09/03/2007, 15:00 — 16:00 — Room P3.10, Mathematics Building
Anatoli Merzon, Universidad Michoacana de San Nicolás de Hidalgo, Morelia, Mexico
About the scattering of plane waves by wedges
We consider a nonstationary scattering of plane waves by a
wedge. It is assumed that the incident wave does not depend on the
coordinate parallel to the the edge of the wedge, so the problem is
planar. Also we assume that, beginning with a certain time instant
depending on a spatial position of the point, the incident wave is
periodic in time with the frequency \(\omega\) in each point of the
space.

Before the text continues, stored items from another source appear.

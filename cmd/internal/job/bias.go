package job

import (
	"context"
	"errors"
	"io"
	"math"
	"slices"
	"strings"

	"gatesill/fit"
	"gatesill/fit/bias"
	"gatesill/fit/lot"
	"gatesill/report"
	"gatesill/report/page"
	"gatesill/store/record"
)

// BiasRequest is what is asked of the bias of a lot. Numbers that were not given are
// unknown.
type BiasRequest struct {
	Idle        record.Num // A; unknown: the part's
	Supply      record.Num // V
	SupplyTol   record.Num // relative
	Top         record.Num // ohm
	Bottom      record.Num
	Trimmer     record.Num
	TrimmerIn   string     // "gate", "bottom"
	ResistorTol record.Num // relative
	TrimmerTol  record.Num
	GateLow     record.Num // V, reach of a trimmer known in volts only
	GateHigh    record.Num
	IdleTol     record.Num // relative
	Turns       record.Num
	Series      []string
	Beta        record.Num // A/V²
	Tempco      record.Num // V/K
	Width       string     // of the bins
	Reference   string     // lot; "": none

	Parallel []string   // devices on one line, joined by commas, one text a line
	Total    record.Num // A, of a line; unknown: the idle current of each
	Source   record.Num // ohm, in each source
	VDS      record.Num // V
	Rth      record.Num // K/W; unknown: the part's
	Sink     record.Num // °C

	Page string // file for the page of the bias; "": none
}

// usualTrimmerTol is the tolerance of a trimmer that was not given (common practice, no
// source). It is said where it is used.
const usualTrimmerTol = 0.1

// Bias shows the gate bias of a lot and what a network makes of it.
func Bias(ctx context.Context, env *Env, name string, o SheetOptions, rq BiasRequest) error {
	if err := rq.check(name); err != nil {
		return err
	}
	if rq.Page == "-" && env.JSON {
		return Usage("--output FILE.html", "--output -: stdout takes one thing at a time")
	}
	o.Idle = rq.Idle
	s, err := env.Sheet(ctx, name, o)
	if err != nil {
		return err
	}
	if !(s.IdleCurrent > 0) {
		return failed("--idle 250mA, or gatesill lot edit "+Quote(name)+" --idle-current 250mA", "lot %q has no idle current", name)
	}
	b := report.Bias{Sheet: &s}
	if w, ok := unlike(&s); ok {
		b.Warnings = append(b.Warnings, w)
	}
	opt, err := rq.options(env, &s, &b)
	if err != nil {
		return err
	}
	if b.Plan, err = rq.plan(&s, opt); err != nil {
		return err
	}
	if len(rq.Parallel) > 0 {
		for _, list := range rq.Parallel {
			l, err := rq.line(&s, b.Plan, strings.Split(list, ","))
			if err != nil {
				return err
			}
			b.Lines = append(b.Lines, l)
		}
	} else {
		b.Extremes = b.Plan.ExtremeLine(rq.lineOptions(&s, b.Plan, 0))
	}
	if err := rq.bins(env, &s, b.Plan); err != nil {
		return err
	}
	if rq.Reference != "" {
		if err := rq.against(ctx, env, &s, &b, o, opt); err != nil {
			return err
		}
	}
	if err := env.sheetPage(rq.Page, "the gate bias", func(w io.Writer) error { return page.WriteBias(w, b) }); err != nil {
		return err
	}
	if env.JSON {
		env.tellWarnings(b.Warnings)
		return report.BiasJSON(env.Out, b)
	}
	if rq.Page == "-" {
		return nil
	}
	return report.BiasTable(env.Out, b, env.style())
}

// check says what is wrong with the request before anything is read.
func (rq *BiasRequest) check(name string) error {
	if x, ok := rq.Idle.Get(); ok && !(x > 0) {
		return Usage("--idle 250mA", "--idle: a current of %g A, must be above 0 (a magnitude, also for a p-channel part)", x)
	}
	for _, f := range []struct {
		flag string
		x    record.Num
		unit string
	}{
		{"--top", rq.Top, "Ω"}, {"--bottom", rq.Bottom, "Ω"}, {"--trimmer", rq.Trimmer, "Ω"}, {"--total", rq.Total, "A"},
		{"--rth", rq.Rth, "K/W"}, {"--beta", rq.Beta, "A/V²"}, {"--turns", rq.Turns, ""},
	} {
		if x, ok := f.x.Get(); ok && !(x > 0) {
			return Usage("gatesill help bias", "%s: %s, must be above 0", f.flag, strings.TrimSpace(report.FormatGiven(x, f.unit)))
		}
	}
	if x, ok := rq.Source.Get(); ok && x < 0 {
		return Usage("--source-resistor 0.1", "--source-resistor: %g Ω, must be 0 or above", x)
	}
	if t, ok := rq.Tempco.Get(); ok && math.Abs(t) > greatestTempco {
		return Usage("--tempco -4mV/K", "--tempco: %g V/K is more than any gate voltage moves; -4 mV/K is written -4mV/K", t)
	}
	parts := rq.Top.IsKnown() || rq.Bottom.IsKnown() || rq.Trimmer.IsKnown()
	low, high := rq.GateLow.IsKnown(), rq.GateHigh.IsKnown()
	switch {
	case low != high:
		return Usage("--gate-low 2.90V --gate-high 3.25V", "--gate-low and --gate-high belong together: the reach of a trimmer has two ends")
	case low && parts:
		return Usage("leave out either the resistors or the reach", "the reach of a trimmer is given in volts and as resistors")
	case low && !(rq.GateLow.Float() < rq.GateHigh.Float()):
		return Usage("--gate-low 2.90V --gate-high 3.25V", "--gate-low: %g V, must be below --gate-high %g V", rq.GateLow.Float(), rq.GateHigh.Float())
	case parts && !rq.Supply.IsKnown():
		return Usage("for instance --supply 8V", "bias: a divider needs its supply")
	case rq.Trimmer.IsKnown() && !rq.Top.IsKnown() && !rq.Bottom.IsKnown():
		return Usage("--bottom 1.2k, or --top", "--trimmer: a trimmer alone is no divider")
	case rq.Supply.IsKnown() && !parts:
		return Usage("--bottom 1.2k says how large the divider is to be; the top resistor is then chosen", "--supply: no resistor of the divider is given")
	case rq.TrimmerIn == bias.InBottom && !rq.Trimmer.IsKnown():
		return Usage("--trimmer 500", "--trimmer-in bottom: no trimmer is given")
	}
	for _, list := range rq.Parallel {
		if !strings.Contains(list, ",") {
			return Usage("--parallel D1,D2", "--parallel %s: a line has two devices or more", list)
		}
	}
	if len(rq.Parallel) == 0 && (rq.Total.IsKnown() || rq.Sink.IsKnown()) {
		return Usage("gatesill bias "+Quote(name)+" --parallel D1,D2 --total 500mA", "--total and --sink are of devices on one line: which?")
	}
	if rq.Reference == name && name != "" {
		return Usage("name two different lots", "lot %q: held against itself", name)
	}
	return nil
}

// options turns the request into choices for the plan; what was assumed becomes a warning of b.
func (rq *BiasRequest) options(env *Env, s *report.Sheet, b *report.Bias) (bias.Options, error) {
	opt := bias.Options{Idle: s.IdleCurrent, Beta: rq.Beta.Float(), Turns: rq.Turns.Or(0), IdleTol: rq.IdleTol.Or(0), Temp: valueTemperature(s)}
	for _, name := range rq.Series {
		x, err := bias.SeriesNamed(name)
		if err != nil {
			return opt, Usage("--series E12, E24, E48, E96 or E192", "--series: %w", err)
		}
		if !slices.Contains(opt.Series, x) {
			opt.Series = append(opt.Series, x)
		}
	}
	if rq.GateLow.IsKnown() {
		opt.Reach = &bias.Range{Low: rq.GateLow.Float(), High: rq.GateHigh.Float()}
	}
	if rq.Supply.IsKnown() && (rq.Top.IsKnown() || rq.Bottom.IsKnown()) {
		n := bias.Network{
			Supply: rq.Supply.Float(), SupplyTol: rq.SupplyTol.Or(0), Top: rq.Top.Float(), Bottom: rq.Bottom.Float(),
			Trimmer: rq.Trimmer.Or(0), Tol: rq.ResistorTol.Or(0), TrimTol: rq.TrimmerTol.Or(usualTrimmerTol),
		}
		if n.Trimmer > 0 {
			n.In = first(rq.TrimmerIn, bias.AtGate)
		}
		opt.Network = &n
		b.AssumedTrimmer = !rq.TrimmerTol.IsKnown()
		b.NoSupplyTol, b.NoResistorTol = !rq.SupplyTol.IsKnown(), !rq.ResistorTol.IsKnown()
	}
	pchannel := s.Part.Channel == record.PChannel
	if t, ok := rq.Tempco.Get(); ok {
		if pchannel && t < 0 {
			env.warn("gate voltages of a p-channel part are negative and fall in magnitude as it warms up: their slope is above 0, as in --tempco 4mV/K")
		}
		opt.Tempco = bias.NoTempco()
		opt.Tempco.Value, opt.Tempco.Basis = t, bias.TempcoGiven
	} else {
		opt.Tempco = bias.TempcoOf(warmed(s))
	}
	return opt, nil
}

// warmed collects gate voltage and temperature of every sweep, by device.
func warmed(s *report.Sheet) (out [][]bias.TempPoint) {
	for i := range s.Devices {
		var list []bias.TempPoint
		if d := &s.Devices[i]; !d.Excluded {
			for j := range d.Sweeps {
				sw := &d.Sweeps[j]
				if t, ok := sweepTemperature(sw); ok && sw.Result.State != fit.Excluded && sw.Result.VgsIdle.Ok() {
					list = append(list, bias.TempPoint{Temp: t, Gate: sw.Result.VgsIdle.Value})
				}
			}
		}
		out = append(out, list)
	}
	return out
}

// valueTemperature is the temperature behind the gate voltages of the lot, °C: of each
// device that of the sweep whose value is nearest to the device's, for where sweeps
// were taken at several temperatures one of them stands for it. NaN: not known.
func valueTemperature(s *report.Sheet) float64 {
	var all []float64
	for i, list := range warmed(s) {
		at, off := math.NaN(), math.Inf(1)
		for _, q := range list {
			if d := math.Abs(q.Gate - s.Devices[i].Result.VgsIdle.Value); d < off {
				at, off = q.Temp, d
			}
		}
		if !math.IsNaN(at) {
			all = append(all, at)
		}
	}
	return median(all)
}

func biasLot(s *report.Sheet) bias.Lot {
	return bias.Lot{Name: s.Lot.Name, PChannel: s.Part.Channel == record.PChannel, Populations: max(1, s.Spread.Populations), Devices: lotDevices(s)}
}

// plan lays out one lot, its refusals in words with a hint.
func (rq *BiasRequest) plan(s *report.Sheet, opt bias.Options) (*bias.Plan, error) {
	p, err := bias.Of(biasLot(s), opt)
	name := Quote(s.Lot.Name)
	switch {
	case err == nil:
		return p, nil
	case errors.Is(err, bias.ErrNone):
		return nil, failed("gatesill fit "+name+" shows what there is; readings at or beyond the idle current are needed",
			"lot %q: no device has a gate voltage at %s", s.Lot.Name, report.FormatGiven(s.IdleCurrent, "A"))
	case errors.Is(err, bias.ErrSupply):
		hint := "a supply above the gate voltage, for instance --supply 8V"
		if biasLot(s).PChannel || s.Part.Mode == record.Depletion {
			hint = "voltages are against the source: negative gate voltages need a negative supply, for instance --supply -8V"
		}
		return nil, failed(hint, "lot %q: %w", s.Lot.Name, err)
	case errors.Is(err, bias.ErrNetwork), errors.Is(err, bias.ErrTolerance):
		return nil, Usage("gatesill help bias", "%w", err)
	}
	return nil, failed("", "lot %q: %w", s.Lot.Name, err)
}

// bins sorts the lot as the verb does and chooses a resistor for each bin.
func (rq *BiasRequest) bins(env *Env, s *report.Sheet, p *bias.Plan) error {
	if p.Network == nil {
		return nil
	}
	opt, err := sortOptions(env, s, SortRequest{By: "vgs-idle", Width: rq.Width})
	if err != nil {
		return err
	}
	sorting, err := lot.SortInto(lotDevices(s), opt)
	if err != nil {
		return Usage("gatesill help bias", "%w", err)
	}
	p.ForBins(sorting.Bins)
	return nil
}

// against holds the lot against the reference lot, whose network it would be put in.
func (rq *BiasRequest) against(ctx context.Context, env *Env, s *report.Sheet, b *report.Bias, o SheetOptions, opt bias.Options) error {
	ref, err := env.candidateSheet(ctx, s, rq.Reference, o)
	if err != nil {
		return err
	}
	alike, err := alikeParts(&ref, s)
	if err != nil {
		return err
	}
	differ, doubts := unlikeLots(&ref, s, fit.KeyVgsIdle, false)
	if differ != nil {
		return differ.failure(&ref, s)
	}
	opt.Temp = valueTemperature(&ref)
	plan, err := rq.plan(&ref, opt)
	if err != nil {
		return err
	}
	b.Reference, b.Change = plan, bias.Against(plan, b.Plan)
	b.Warnings = append(append(b.Warnings, alike...), doubts...)
	return nil
}

// lineOptions are the conditions of a line of n devices; 0: of two at the ends of the lot.
func (rq *BiasRequest) lineOptions(s *report.Sheet, p *bias.Plan, n int) bias.LineOptions {
	return bias.LineOptions{
		Total: rq.Total.Or(float64(n) * p.Idle), Source: rq.Source.Or(0),
		VDS: math.Abs(rq.VDS.Float()), Rth: rq.Rth.Else(s.Part.Rth).Float(), Sink: rq.Sink.Float(), Temp: p.Thermal.Temp, Tempco: p.Tempco.Value,
	}
}

// line solves the named devices on one gate line.
func (rq *BiasRequest) line(s *report.Sheet, p *bias.Plan, names []string) (*bias.Line, error) {
	var members []bias.Member
	for i, n := range names {
		n = strings.TrimSpace(n)
		k := slices.IndexFunc(s.Devices, func(d report.Device) bool { return d.Name == n })
		switch {
		case k < 0:
			return nil, failed("gatesill lot show "+Quote(s.Lot.Name)+" lists its devices", "--parallel: device %q is not in lot %q", n, s.Lot.Name)
		case slices.ContainsFunc(names[:i], func(other string) bool { return strings.TrimSpace(other) == n }):
			return nil, Usage("name each device once", "--parallel: device %q is named twice", n)
		}
		d := &s.Devices[k]
		if st := d.State(); st != fit.Measured {
			return nil, failed("gatesill device show "+Quote(n)+" --lot "+Quote(s.Lot.Name)+" says why", "--parallel: device %q is %s", n, report.WordsOf(st).Word)
		}
		members = append(members, bias.Member{Name: n, Result: &d.Result})
	}
	l, err := bias.LineOf(members, p.Idle, p.Beta, s.Part.Channel == record.PChannel, rq.lineOptions(s, p, len(names)))
	if errors.Is(err, bias.ErrLine) {
		return nil, failed("--beta 3.8 gives a gain factor for devices whose curves were not measured", "--parallel: %w", err)
	}
	return l, err
}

Let the profile of the wave be such that the incident wave
has the front ahead of which it is zero. Therefore the incident
wave establishes a harmonic vibration at any point of the
complement of the wedge with the frequency \(\omega\). The main
goal is to prove that the amplitude of the solution to the
corresponding mixed problem for the D'Alembert equation with
initial data determined by the incident wave, tends to the
solutions of the classical stationary diffraction problem. Thus,
these classical solutions can be represented as the limiting
amplitudes of the solutions to the non-stationary problem, i.e. the
Limiting Amplitude Principle holds. It is proved for the Dirichlet
and Neumann boundary conditions and for Dirichlet-Neumann boundary
conditions only for the right angle.